# Trim ideas to complete mudroom built-in



## cRoy (Dec 6, 2017)

I am looking for advice to complete my mudroom built-in. In particular the transition area from the lower 4 locker/dividers to the larger shelf unit that sits on top and extends out by 2 inches. It's an awkward transition and I've never found a comparable picture for ideas. Also looking for suggestions for the right side panel- leave it alone or add trim?

I'm including a picture of kitchen cabinets and stair railing to show other woodworking in the house.

This is my first large woodworking project and I'm happy with where it's at but don't have the experience to know the next step. Each of the lockers will have hooks and the cubbies will have boxes for storage. No cabinet doors.

It's 10ft high by 82inches wide.

Thanks for your advice!


----------



## Steve Neul (Sep 2, 2011)

If you are trying to match the rest of the millwork I believe I would just put a small piece of quarter round trim there. Then around the top just some S4S trim. At the bottom of the upper section I would put some S4S trim 1/4"x3/4" along the front and return on the right side with the same trim running floor to ceiling at the wall. 

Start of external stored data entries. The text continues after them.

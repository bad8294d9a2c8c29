/**
 * The README's `analyze --json` field table against a real result, so the documentation cannot drift
 * from the code (GUIDE §2: "docs that drift from the code — generate or test examples").
 */
import { describe, expect, it } from 'vitest';
import { readFileSync } from 'node:fs';
import { analyzeRecording } from '../../src/core/analyze/analyze';
import { defaultFitter } from '../../src/core/analyze/default-fitter';
import { addPhysics } from '../../src/core/analyze/physics';
import { syntheticLog, UL_PER_MIN } from '../core/steps/synthetic-logs';

function documentedFields(): { top: Set<string>; step: Set<string> } {
  const readme = readFileSync('README.md', 'utf8');
  const start = readme.indexOf('### `analyze --json` fields');
  expect(start).toBeGreaterThan(0);
  const table = readme.slice(start).split('\n').filter((l) => l.startsWith('| `'));
  const top = new Set<string>();
  const step = new Set<string>();
  for (const row of table) {
    const cell = row.split('|')[1] ?? '';
    for (const m of cell.matchAll(/`([^`]+)`/g)) {
      const name = (m[1] as string).replace(/\[\]$/, '');
      if (name.startsWith('steps[].')) step.add(name.slice('steps[].'.length));
      else if (/^[a-z0-9_]+$/.test(name)) (row.split('|')[1]!.includes('steps[].') ? step : top).add(name);
    }
  }
  if (step.size > 0) top.add('steps');
  return { top, step };
}

describe('README analyze JSON table', () => {
  it('documents every top-level and per-step field of analyze --json (pipeline + physics stage), and no other', () => {
    // A two-step flow-driven log (closed-form first-order response, physics.md §4.2), invented values.
    const rec = syntheticLog({
      sampleRateHz: 20,
      durationS: 90,
      program: [
        { timeS: 0, value: 0 },
        { timeS: 30.01, value: 10 * UL_PER_MIN },
        { timeS: 60.01, value: 0 },
      ],
      driveQuantity: 'flow_setpoint',
      responseQuantity: 'pressure',
      gain: 6e13,
      tauS: 2,
      responseNoise: 20,
      seed: 51,
    });
    // What `analyze --json` prints: the pipeline's result with the physics stage added.
    const a = addPhysics(analyzeRecording(rec, { fit: { terms: 1 } }, defaultFitter), rec, {});
    const { top, step } = documentedFields();
    expect([...top].sort()).toEqual(Object.keys(a).sort());
    expect([...step].sort()).toEqual(Object.keys(a.steps[0]!).sort());
  });
});
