def register(subparsers: argparse._SubParsersAction) -> None:
    budget = subparsers.add_parser(
        "budget",
        help="print the delta-v and propellant budget of a case",
        description=(
            "Fly CASE's burn plan and print its delta-v budget line by line (allowances, burns, "
            "station-keeping, disposal) with the margin policy, propellant by the rocket equation "
            "and the mass after each line. Options stand in for (or override) the budget section."
        ),
    )
    budget.add_argument("case", metavar="CASE", help="the case file (*.case.json)")
    budget.add_argument("--json", action="store_true", help="print JSON instead of a table")
    budget.add_argument("--mission-years", type=float, default=None)
    budget.add_argument("--margin-percent", type=float, default=None)
    budget.add_argument("--lifetime-limit-years", type=float, default=None, help="disposal limit")
    budget.set_defaults(run=run_budget)

    transfer = subparsers.add_parser(
        "transfer",
        help="quick what-if transfers (hohmann, bielliptic, plane-change, phasing, lambert)",
        description="Size an impulsive transfer about a body from the command line.",
    )
    kinds = transfer.add_subparsers(
        dest="kind", metavar="KIND", required=True, parser_class=type(transfer)
    )

    def common(p: argparse.ArgumentParser) -> None:
        p.add_argument("--body", default="earth", help="central body (earth, moon, mars, sun)")
        p.add_argument("--json", action="store_true", help="print JSON")
        p.set_defaults(run=run_transfer)

    p = kinds.add_parser("hohmann", help="between circular orbits")
    p.add_argument("--from-alt-km", type=float, required=True)
    p.add_argument("--to-alt-km", type=float, required=True)
    common(p)
    p = kinds.add_parser(
        "bielliptic", help="between circular orbits through an intermediate apoapsis"
    )
    p.add_argument("--from-alt-km", type=float, required=True)
    p.add_argument("--to-alt-km", type=float, required=True)
    p.add_argument("--via-alt-km", type=float, required=True)
    common(p)
    p = kinds.add_parser("plane-change", help="pure, or combined with a Hohmann (optimal split)")
    p.add_argument("--alt-km", type=float, required=True)
    p.add_argument("--di-deg", type=float, required=True)
    p.add_argument("--to-alt-km", type=float, default=None)
    common(p)
    p = kinds.add_parser("phasing", help="close an along-track offset on a circular orbit")
    p.add_argument("--alt-km", type=float, required=True)
    p.add_argument("--offset-km", type=float, required=True, help="target ahead (+) or behind (-)")
    p.add_argument("--revolutions", type=int, default=1)
    common(p)
    p = kinds.add_parser("lambert", help="the conic from r1 to r2 in a time of flight")
    p.add_argument("--r1-km", type=float, nargs=3, required=True, metavar=("X", "Y", "Z"))
    p.add_argument("--r2-km", type=float, nargs=3, required=True, metavar=("X", "Y", "Z"))
    p.add_argument("--tof-s", type=float, required=True)
    p.add_argument("--revolutions", type=int, default=0)
    p.add_argument("--branch", choices=("low", "high"), default="low")
    p.add_argument("--retrograde", action="store_true")
    common(p)
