//! Rendering: an [`Answer`] (plain data) becomes a MIME bundle — `text/html` (auto-escaped
//! through maud), `image/svg+xml` (plotters), `text/plain`, `text/markdown` (the report
//! sentence) and the JSON result bundle of `design/results.md`. Every renderer reads the same
//! struct; none computes.

pub mod error;
pub mod fmt;
pub mod html;
pub mod svg;
pub mod text;

use serde_json::{Map, Value, json};

/// One line of a between-subjects ANOVA table as shown.
#[derive(Debug, Clone)]
pub struct AnovaLine<'a> {
    /// Effect, `Residual` or `Total`.
    pub effect: &'a str,
    /// df.
    pub df: f64,
    /// SS.
    pub ss: f64,
    /// MS (none for Total).
    pub ms: Option<f64>,
    /// F (none on the error and total lines, or when undefined).
    pub f: Option<f64>,
    /// Whether the line is an effect: a missing F then reads "undefined".
    pub is_effect: bool,
    /// p.
    pub p: Option<f64>,
    /// The two effect sizes of the table's last columns.
    pub sizes: [Option<f64>; 2],
}

/// A between-subjects ANOVA table: Source, df, SS, MS, F, p and two effect-size columns
/// headed `size_heads`.
pub fn anova_table<'a>(
    caption: String,
    size_heads: [&str; 2],
    lines: impl Iterator<Item = AnovaLine<'a>>,
) -> DisplayTable {
    use fmt::{df, num, p_table};
    let opt = |x: Option<f64>| x.map(num).unwrap_or_default();
    let mut columns: Vec<(String, Align)> = ["Source", "df", "SS", "MS", "F", "p"]
        .iter()
        .map(|h| {
            (
                h.to_string(),
                if *h == "Source" {
                    Align::Left
                } else {
                    Align::Right
                },
            )
        })
        .collect();
    columns.extend(size_heads.iter().map(|h| (h.to_string(), Align::Right)));
    DisplayTable {
        caption,
        columns,
        rows: lines
            .map(|r| {
                vec![
                    r.effect.to_string(),
                    df(r.df),
                    num(r.ss),
                    opt(r.ms),
                    match r.f {
                        Some(f) => num(f),
                        None if r.is_effect => "undefined".into(),
                        None => String::new(),
                    },
                    r.p.map(p_table).unwrap_or_default(),
                    opt(r.sizes[0]),
                    opt(r.sizes[1]),
                ]
            })
            .collect(),
    }
}

/// The MIME type of the machine-readable result bundle.
pub const BUNDLE_MIME: &str = "application/vnd.partita.result+json";

/// How a table column is aligned.
#[derive(Debug, Clone, Copy, PartialEq, Eq)]
pub enum Align {
    /// Text.
    Left,
    /// Numbers.
    Right,
}

/// A table as shown (already formatted text).
#[derive(Debug, Clone, Default)]
pub struct DisplayTable {
    /// Caption above the table.
    pub caption: String,
    /// Column headers with alignment.
    pub columns: Vec<(String, Align)>,
    /// Rows of cell texts.
    pub rows: Vec<Vec<String>>,
}

/// Where the numbers came from.
#[derive(Debug, Clone, Default)]
pub struct Provenance {
    /// Dataset name.
    pub dataset: String,
    /// File as given.
    pub source: String,
    /// SHA-256 of the file.
    pub sha256: String,
    /// Rows used.
    pub rows_used: usize,
    /// Rows set aside.
    pub rows_dropped: usize,
    /// When the file was read.
    pub read_at: String,
}

/// One statement's answer, before rendering.
#[derive(Debug, Clone, Default)]
pub struct Answer {
    /// The command word for the bundle (`anova`, `describe`, …).
    pub command: String,
    /// The title line.
    pub title: String,
    /// Tables as shown.
    pub tables: Vec<DisplayTable>,
    /// An SVG figure.
    pub figure: Option<String>,
    /// Further SVG figures, shown in the HTML beside the first.
    pub extra_figures: Vec<String>,
    /// The report sentence.
    pub report: Option<String>,
    /// Notes.
    pub notes: Vec<String>,
    /// A caution printed small under analyses.
    pub caution: Option<String>,
    /// Provenance, for analyses of a dataset.
    pub provenance: Option<Provenance>,
    /// The design object of the bundle.
    pub design: Value,
    /// The bundle's tables (table name → rows).
    pub bundle_tables: Map<String, Value>,
    /// Plain text to use instead of the rendered tables (short answers).
    pub plain: Option<String>,
    /// Whether to attach the JSON bundle.
    pub with_bundle: bool,
    /// Set on an answer refreshed because its watched data file changed.
    pub refresh: Option<Refresh>,
}

/// The banner of a refreshed answer.
#[derive(Debug, Clone, Default, PartialEq)]
pub struct Refresh {
    /// When (RFC 3339, UTC).
    pub at: String,
    /// The file, as the `read` named it.
    pub source: String,
    /// Rows now.
    pub rows: usize,
    /// Rows at the previous read.
    pub previous_rows: usize,
    /// False when the file could not be read or the statement failed on it: the answer is
    /// the last good one.
    pub ok: bool,
    /// The banner sentence.
    pub text: String,
}

impl Answer {
    /// The JSON result bundle.
    pub fn bundle(&self) -> Value {
        let mut b = json!({
            "schema": "partita.result/1",
            "command": self.command,
            "design": self.design,
            "tables": Value::Object(self.bundle_tables.clone()),
            "report": self.report,
            "notes": self.notes,
        });
        if let Some(r) = &self.refresh {
            b["refresh"] = json!({
                "at": r.at, "source": r.source, "rows": r.rows,
                "previous_rows": r.previous_rows, "ok": r.ok, "text": r.text,
            });
        }
        if let Some(p) = &self.provenance {
            b["provenance"] = json!({
                "dataset": p.dataset, "source": p.source, "sha256": p.sha256,
                "rows_used": p.rows_used, "rows_dropped": p.rows_dropped, "read_at": p.read_at,
            });
        }
        b
    }

    /// The MIME bundle sent to the front end.
    pub fn mime_bundle(&self) -> Map<String, Value> {
        let mut m = Map::new();
        m.insert("text/plain".into(), Value::String(text::render(self)));
        m.insert("text/html".into(), Value::String(html::render(self)));
        if let Some(svg) = &self.figure {
            m.insert("image/svg+xml".into(), Value::String(svg.clone()));
        }
        if let Some(r) = &self.report {
            m.insert("text/markdown".into(), Value::String(r.clone()));
        }
        if self.with_bundle {
            m.insert(BUNDLE_MIME.into(), self.bundle());
        }
        m
    }
}
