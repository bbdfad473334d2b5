//! HTML rendering through maud, which escapes every interpolated string: a column or level
//! named `<script>…` renders as text. Only the SVG produced by [`super::svg`] (whose text
//! plotters escapes) is inserted unescaped.

use super::{Align, Answer, DisplayTable};
use maud::{Markup, PreEscaped, html};

const STYLE: &str = "<style>.partita-result{font-family:system-ui,sans-serif;font-size:13px;line-height:1.4}\
.partita-result table{border-collapse:collapse;margin:6px 0}\
.partita-result caption{text-align:left;font-weight:600;padding:2px 0}\
.partita-result th{border-bottom:1px solid #555;padding:2px 10px;font-weight:600}\
.partita-result td{padding:2px 10px}\
.partita-result td.num,.partita-result th.num{text-align:right;font-variant-numeric:tabular-nums}\
.partita-result tr:last-child td{border-bottom:1px solid #999}\
.partita-report{font-size:14px;margin:6px 0}\
.partita-notes{margin:4px 0;padding-left:18px;color:#444}\
.partita-small{color:#666;font-size:11px;margin:2px 0}\
.partita-refresh{border-left:3px solid #2a7d4f;padding:2px 8px;margin:4px 0;background:#f1f8f4}\
.partita-refresh.stale{border-left-color:#b3261e;background:#fff3f0}</style>";

/// The answer as an HTML fragment.
pub fn render(a: &Answer) -> String {
    let m: Markup = html! {
        (PreEscaped(STYLE))
        div class="partita-result" {
            @if let Some(r) = &a.refresh {
                p class=(if r.ok { "partita-refresh" } else { "partita-refresh stale" }) { (r.text) }
            }
            @if !a.title.is_empty() { p { strong { (a.title) } } }
            @if let Some(p) = &a.plain { @if a.tables.is_empty() && a.title.is_empty() { pre { (p) } } }
            @for t in &a.tables { (table(t)) }
            @if let Some(svg) = &a.figure { div class="partita-figure" { (PreEscaped(svg)) } }
            @for svg in &a.extra_figures { div class="partita-figure" { (PreEscaped(svg)) } }
            @if let Some(r) = &a.report { p class="partita-report" { (r) } }
            @if !a.notes.is_empty() {
                ul class="partita-notes" { @for n in &a.notes { li { (n) } } }
            }
            @if let Some(c) = &a.caution { p class="partita-small" { (c) } }
            @if let Some(p) = &a.provenance { p class="partita-small" { (super::text::provenance_line(p)) } }
        }
    };
    m.into_string()
}

/// One table.
pub fn table(t: &DisplayTable) -> Markup {
    let class = |j: usize| {
        if t.columns.get(j).is_some_and(|c| c.1 == Align::Right) {
            "num"
        } else {
            ""
        }
    };
    html! {
        table {
            @if !t.caption.is_empty() { caption { (t.caption) } }
            thead { tr { @for (j, (h, _)) in t.columns.iter().enumerate() { th class=(class(j)) { (h) } } } }
            tbody {
                @for r in &t.rows {
                    tr { @for (j, c) in r.iter().enumerate() { td class=(class(j)) { (c) } } }
                }
            }
        }
    }
}

#[cfg(test)]
mod tests {
    use super::*;

    #[test]
    fn names_are_escaped() {
        let a = Answer {
            title: "<script>alert(1)</script>".into(),
            tables: vec![DisplayTable {
                caption: "c".into(),
                columns: vec![("<b>x</b>".into(), Align::Left)],
                rows: vec![vec!["<script>alert(1)</script>".into()]],
            }],
            notes: vec!["a & b".into()],
            ..Default::default()
        };
        let h = render(&a);
        assert!(!h.contains("<script>alert"), "{h}");
        assert!(h.contains("&lt;script&gt;alert(1)&lt;/script&gt;"));
        assert!(h.contains("&lt;b&gt;x&lt;/b&gt;"));
        assert!(h.contains("a &amp; b"));
    }
}
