//! Error rendering: the one-line `evalue` and the caret traceback.

use crate::error::{CellError, line_col};

/// The `evalue`: location (if any) and the message.
pub fn evalue(e: &CellError, src: &str) -> String {
    let mut s = match e.span {
        Some(sp) => {
            let (l, c) = line_col(src, sp.start);
            format!("line {l}, column {c}: {}", e.message)
        }
        None => e.message.clone(),
    };
    if let Some(sug) = &e.suggestion {
        s.push_str(&format!(" (did you mean `{sug}`?)"));
    }
    s
}

/// The traceback lines: kind and message, the source line with a caret, then notes.
pub fn traceback(e: &CellError, src: &str) -> Vec<String> {
    let mut out = vec![format!("{}: {}", e.kind.name(), e.message)];
    if let Some(sp) = e.span {
        let (l, c) = line_col(src, sp.start);
        let line = src.lines().nth(l - 1).unwrap_or("");
        let width = src
            .get(sp.start..sp.end.min(src.len()))
            .map(|s| s.chars().count())
            .unwrap_or(1)
            .max(1);
        let width = width.min(line.chars().count().saturating_sub(c - 1).max(1));
        let gutter = l.to_string().len();
        out.push(format!("{:gutter$}--> line {l}, column {c}", ""));
        out.push(format!("{:gutter$} |", ""));
        out.push(format!("{l} | {line}"));
        out.push(format!(
            "{:gutter$} | {}{}",
            "",
            " ".repeat(c - 1),
            "^".repeat(width)
        ));
    }
    if let Some(sug) = &e.suggestion {
        out.push(format!("did you mean `{sug}`?"));
    }
    for n in &e.notes {
        out.push(format!("note: {n}"));
    }
    out
}

#[cfg(test)]
mod tests {
    use super::*;
    use crate::error::Span;

    #[test]
    fn caret_under_the_token() {
        let e = CellError::syntax(
            Span::new(13, 17),
            "expected `across` and the factor(s), found `feed`",
        );
        let src = "anova weight feed";
        assert_eq!(
            traceback(&e, src),
            [
                "SyntaxError: expected `across` and the factor(s), found `feed`",
                " --> line 1, column 14",
                "  |",
                "1 | anova weight feed",
                "  |              ^^^^",
            ]
        );
        assert_eq!(
            evalue(&e, src),
            "line 1, column 14: expected `across` and the factor(s), found `feed`"
        );
    }

    #[test]
    fn suggestion_and_notes_follow() {
        let e = CellError::syntax(Span::new(0, 5), "`anvoa` is not a verb")
            .suggest(Some("anova".into()))
            .note("verbs: read, anova");
        let tb = traceback(&e, "anvoa y across g");
        assert_eq!(tb[5], "did you mean `anova`?");
        assert_eq!(tb[6], "note: verbs: read, anova");
        assert!(evalue(&e, "anvoa").ends_with("(did you mean `anova`?)"));
    }
}
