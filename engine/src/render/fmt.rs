//! Number formats: full-looking numbers for tables, the scientific-report style for sentences.

/// A table number: five significant digits, trailing zeros trimmed; scientific when very large
/// or very small. Non-finite values show as an em dash (they never reach a table as NaN).
pub fn num(x: f64) -> String {
    if !x.is_finite() {
        return "—".into();
    }
    if x == 0.0 {
        return "0".into();
    }
    let a = x.abs();
    if !(1e-4..1e9).contains(&a) {
        let s = format!("{x:.4e}");
        // 1.2340e6 → 1.234e6
        if let Some((m, e)) = s.split_once('e') {
            let m = trim_zeros(m);
            return format!("{m}e{e}");
        }
        return s;
    }
    let mag = a.log10().floor() as i32;
    let decimals = (4 - mag).clamp(0, 8) as usize;
    trim_zeros(&format!("{x:.decimals$}")).replace('-', "−")
}

/// Degrees of freedom: whole numbers plainly, fractional ones with two decimals.
pub fn df(x: f64) -> String {
    if (x - x.round()).abs() < 1e-9 {
        format!("{}", x.round() as i64)
    } else {
        format!("{x:.2}")
    }
}

/// Corrected (fractional) df in a sentence: whole numbers plainly, else two decimals below 10
/// and one from 10 (`F(2.10, 69.4)`).
pub fn df_corrected(x: f64) -> String {
    if (x - x.round()).abs() < 1e-9 {
        format!("{}", x.round() as i64)
    } else if x < 10.0 {
        format!("{x:.2}")
    } else {
        format!("{x:.1}")
    }
}

/// p in a table: four decimals, or "< .0001".
pub fn p_table(p: f64) -> String {
    if p < 0.0001 {
        "< .0001".into()
    } else {
        strip_lead(&format!("{p:.4}"))
    }
}

/// p in a report sentence: "p = .021", "p < .001".
pub fn p_report(p: f64) -> String {
    if p < 0.001 {
        "p < .001".into()
    } else if p > 0.999 {
        "p > .999".into()
    } else {
        format!("p = {}", strip_lead(&format!("{p:.3}")))
    }
}

/// An estimate in a sentence: three significant digits (`−0.81`, `1.23`, `412`).
pub fn est(x: f64) -> String {
    if !x.is_finite() {
        return "—".into();
    }
    if x == 0.0 {
        return "0".into();
    }
    let mag = x.abs().log10().floor() as i32;
    let decimals = (2 - mag).clamp(0, 10) as usize;
    format!("{x:.decimals$}").replace('-', "−")
}

/// A test statistic in a sentence: two decimals.
pub fn stat(x: f64) -> String {
    format!("{x:.2}").replace('-', "−")
}

/// An effect size bounded by 1 in a sentence: two decimals without the leading zero.
pub fn es(x: f64) -> String {
    strip_lead(&format!("{x:.2}")).replace('-', "−")
}

fn trim_zeros(s: &str) -> String {
    if s.contains('.') {
        s.trim_end_matches('0').trim_end_matches('.').to_string()
    } else {
        s.to_string()
    }
}

fn strip_lead(s: &str) -> String {
    if let Some(r) = s.strip_prefix("0.") {
        format!(".{r}")
    } else if let Some(r) = s.strip_prefix("-0.") {
        format!("-.{r}")
    } else {
        s.to_string()
    }
}

#[cfg(test)]
mod tests {
    use super::*;

    #[test]
    fn table_numbers() {
        assert_eq!(num(1.5), "1.5");
        assert_eq!(num(123.456789), "123.46");
        assert_eq!(num(0.000123456), "0.00012346");
        assert_eq!(num(-2.0), "−2");
        assert_eq!(num(1.2345e12), "1.2345e12");
        assert_eq!(num(f64::NAN), "—");
    }

    #[test]
    fn report_style() {
        assert_eq!(p_report(0.0213), "p = .021");
        assert_eq!(p_report(0.0004), "p < .001");
        assert_eq!(p_table(0.00001), "< .0001");
        assert_eq!(p_table(0.5), ".5000");
        assert_eq!(es(0.127), ".13");
        assert_eq!(es(-0.02), "−.02");
        assert_eq!(stat(4.126), "4.13");
        assert_eq!(df(57.0), "57");
        assert_eq!(df(2.104), "2.10");
    }
}

/// The time now as a reader of a banner needs it: local time with its offset from UTC
/// ("10:42:13 UTC+01:00"), unambiguous in a notebook shared across time zones.
pub fn local_time() -> String {
    chrono::Local::now().format("%H:%M:%S UTC%:z").to_string()
}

Personally I would like crown molding all around the cabinets and the room at the ceiling. Then some simple corbels at the top of the stiles at the lower section and chair rail molding at the bottom of the upper section and right side. Then flat molding against the wall.


----------



## cRoy (Dec 6, 2017)

Okay thank you Steve for the reply. Your ideas sound great, if you are able to clarify for me that would be a BIG help. Any chance to take a screen shot of one of my photos and draw on them? Or I will do the drawing on the photos...


Quarter Round 
Where would you put the quarter round? About what length is the quarter round? (this will give me an idea of where it goes)

Corbels
I'm following the idea about the corbels.

Chair rail molding
_"chair rail molding at the bottom of the upper section and right side"_. Questions on this as the top section face frame is ~1/8" proud of that lower section (if this makes a difference). Not sure where you would put chair rail molding on right side??
Is the chair rail molding cut the width of the exposed edge of plywood you can see in the photo? Then it will run the length of the unit on the underside of the top shelves?

S4S trim 1/4"x3/4"
_"At the bottom of the upper section I would put some S4S trim 1/4"x3/4" along the front..."_
Is this on the underside of the top face frame?

I agree about the crown molding...I will be finishing the top with simple crown molding similar to kitchen pictures.

Thank you!


----------



## cRoy (Dec 6, 2017)

This sounds very helpful but I will need a little clarification, if you don't mind.

Quarter round
Where? if you could tell me about how long the quarter round is it would help me figure out where it goes.

S4S trim 1/4"x3/4"
Are you talking about this for the under side of the top section face frame? Is it flush with the face frame?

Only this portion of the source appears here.